— Не реже, чем на военном, — вставила Бугго, бойко перелистывая электронные странички контракта.
— Это так, к слову. Любой купец должен быть пиратом и контрабандистом, иначе грош цена и ему, и его грузу.
— В смысле? — не понял чин, бывший кадет.
Бугго изволила на миг поднять глаза.
— В смысле, что еда невкусна без соли и специй. Продавать партию подштанников — если предварительно не убить за них десяток-другой конкурентов и не провезти в них тонну-другую злостной контрабанды — просто дурной тон.
— Госпожа Анео немного преувеличивает, — мягко произнес Хугебурка, видя, как покрывается зеленью их собеседник, — однако в общем и целом она совершенно права.
— Нет, фрахт просто сказочный, — объявила Бугго, откладывая планшетку. — Мы берем!
— Как угодно. — И чин начал заполнять документы.
Когда Бугго со своим старшим офицером покидала контору, она спросила:
— А вы, господин Хугебурка, действительно были жутким боцманюгой?
— А что? — осведомился он, вздергивая бровь. — Не верится?
— Почему же? Превосходнейше верится. Лично я сразу почуяла в вас настоящего космоволка…
— Я совершенно не помню этого типа, — признался Хугебурка. — «Стремление». — Он провел рукой по волосам. — Тысяча лет назад!
— Это там, на «Стремлении», вам припаяли преступную халатность, в результате которой погиб офицер? Как ваш капитан, настоятельно рекомендую и дальше не вспоминать этого типа.
И Бугго отправилась на «Ласточку» — обрадовать команду.
* * *
А через два дня на Даланнео появился этот самый Еххем Ерхой. Он отыскал Бугго в одном из баров.
Вертя узкими бедрами в пугающе тугой юбке, Бугго расхаживала вокруг стола, где играли в треугольники и шары, и азартно пускала фигуры, которыми требовалось попасть на определенное поле (каждый цвет означал сколько-то очков).
Несколько завсегдатаев толкались рядом и откровенно рассматривали остренькую девическую грудь Бугго, обтянутую почти прозрачным белым шелком. Еще двое или трое обрели временный смысл существования в том, чтобы задевать капитана «Ласточки» локтями или мимоходом проводить ладонью по ее заду. Поглощенная игрой, Бугго не обращала на это никакого внимания.
Хугебурка сидел в углу и тянул сквозь зубы местное спиртное пойло, густое, с резким травяным привкусом. Он заметил рослого красавца сразу — и почти мгновенно понял, кто это такой.

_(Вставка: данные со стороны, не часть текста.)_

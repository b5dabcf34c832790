import { asc, eq, sql } from 'drizzle-orm';
import type { DbOrTx } from '../../db/client';
import { defaultOptions, optionVersions, type GlidePathPoint } from '../../db/schema';

export type FixtureOption = { id: string; versionId: string; name: string; description: string; glidePath: GlidePathPoint[] };

/** Inserts options straight into the database, each as its version 1 (approved unless told otherwise). */
export async function insertOptions(db: DbOrTx, schemeId: string, options: { name: string; description?: string; glidePath: GlidePathPoint[] }[], status: 'approved' | 'draft' = 'approved'): Promise<FixtureOption[]> {
  const rows = await db
    .insert(defaultOptions)
    .values(options.map(() => ({ schemeId })))
    .returning();
  const versions = await db
    .insert(optionVersions)
    .values(options.map((o, i) => ({ optionId: rows[i].id, schemeId, version: 1, status, name: o.name, description: o.description ?? '', glidePath: o.glidePath, approvedAt: status === 'approved' ? new Date() : null })))
    .returning();
  return versions.map((v) => ({ id: v.optionId, versionId: v.id, name: v.name, description: v.description, glidePath: v.glidePath }));
}

export async function insertOption(db: DbOrTx, schemeId: string, o: { name: string; description?: string; glidePath: GlidePathPoint[] }, status: 'approved' | 'draft' = 'approved') {
  return (await insertOptions(db, schemeId, [o], status))[0];
}

/** A scheme's options as their newest versions read, ordered by name. */
export async function schemeOptions(db: DbOrTx, schemeId: string): Promise<FixtureOption[]> {
  const rows = await db
    .select({ id: defaultOptions.id, versionId: optionVersions.id, name: optionVersions.name, description: optionVersions.description, glidePath: optionVersions.glidePath })
    .from(defaultOptions)
    .innerJoin(optionVersions, eq(optionVersions.optionId, defaultOptions.id))
    .where(sql`${defaultOptions.schemeId} = ${schemeId} and ${optionVersions.version} = (select max(v.version) from default_option_versions v where v.option_id = ${defaultOptions.id})`)
    .orderBy(asc(optionVersions.name));
  return rows;
}
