@pytest.mark.parametrize("toml,words", [
    ("ignore = 5", ("ignore", "X,Y,W,H")),
    ("ignore = [5]", ("ignore",)),
    ("max_rounds = 1e12", ("max-rounds",)),
    ('model = 5', ("model",)),
    ("window_s = 1e9", ("window-s",)),
], ids=["ignore a number", "ignore a list of numbers", "rounds huge", "model a number",
        "window huge"])
def test_hostile_config_values(clip_here, tmp_path, capsys, toml, words):
    (tmp_path / "bad.toml").write_text(toml + "\n")
    _refused(["measure", "--quiet", str(clip_here), "--config", "bad.toml"], tmp_path, capsys,
             "bad.toml", *words)


def _measured(folder: Path, steady: bool = False) -> tuple[Path, Path]:
    argv = (["steady", "--quiet", "--preset", "ultrafast"] if steady else ["measure", "--quiet"])
    assert cli.main([*argv, str(folder / "clip.mp4")]) == 0
    return folder / "clip.motion.csv", folder / "clip.motion.json"


def _edit_json(path: Path, change: Callable[[dict], None]) -> None:
    doc = json.loads(path.read_text())
    change(doc)
    path.write_text(json.dumps(doc))


@pytest.mark.parametrize("change,words", [
    (lambda d: d["source"].update(path=5), ("source path",)),
    (lambda d: d.update(outputs="clip.steady.mp4"), ("outputs",)),
    (lambda d: d["settings"].update(ignore=7), ("settings ignore",)),
    (lambda d: d["source"].update(fps=int("9" * 400)), ("source fps",)),
    (lambda d: d["source"].update(codec=["h264"]), ("source codec",)),
    (lambda d: d["source"].update(duration_s="long"), ("source duration_s",)),
], ids=["path a number", "outputs a string", "ignore a number", "fps 400 digits",
        "codec a list", "duration text"])
def test_hostile_log_json_fields(clip_here, tmp_path, capsys, change, words):
    _, json_path = _measured(tmp_path)
    _edit_json(json_path, change)
    _refused(["report", "--quiet", str(json_path)], tmp_path, capsys, "clip.motion.json", *words)
    _refused(["render", "--quiet", str(clip_here), "--log", str(json_path), "-o", "r.mp4"],
             tmp_path, capsys, "clip.motion.json", *words)


def _edit_csv(path: Path, column: str, values: Callable[[np.ndarray], np.ndarray]) -> None:
    lines = path.read_text().splitlines()
    head = lines[0].split(",")
    j = head.index(column)
    rows = [ln.split(",") for ln in lines[1:]]
    new = values(np.array([float(r[j]) for r in rows]))
    for r, v in zip(rows, new, strict=True):
        r[j] = repr(float(v))
    path.write_text("\n".join([lines[0], *(",".join(r) for r in rows)]) + "\n")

Очень высокий даже для эльбейца. Много ухоженных мышц, тщательно подчеркнутых облегающей одеждой. Плечи, и без того широкие, горделиво развернутые, увеличивались острыми, торчащими в стороны, накрахмаленными «крыльями», с которых свисал короткий, наискось обрезанный плащик. На любом другом такой плащик выглядел бы фиглярски, но только не на Еххеме Ерхое. Можно подумать, нет на свете такой тряпки, которая не была призвана подчеркивать мужскую неотразимость капитана «Барриеры».
Растолкав играющих и танцующих, Еххем Ерхой вырос перед Бугго и постучал ее пальцем по плечу.
Бугго обернулась, смахнула с лица прядь.
— Привет, — сказала она равнодушно.
— Это ты — Бугго Анео?
— Всегда рада встретить земляка, — откликнулась она. — Да, это я.
— Да, это я.
Он наклонил голову и приблизил губы прямо к ее уху.
— Слушай ты, белобрысая стерва, — прошипел Еххем Ерхой, — ты еще горько пожалеешь о том, что перехватила мой фрахт…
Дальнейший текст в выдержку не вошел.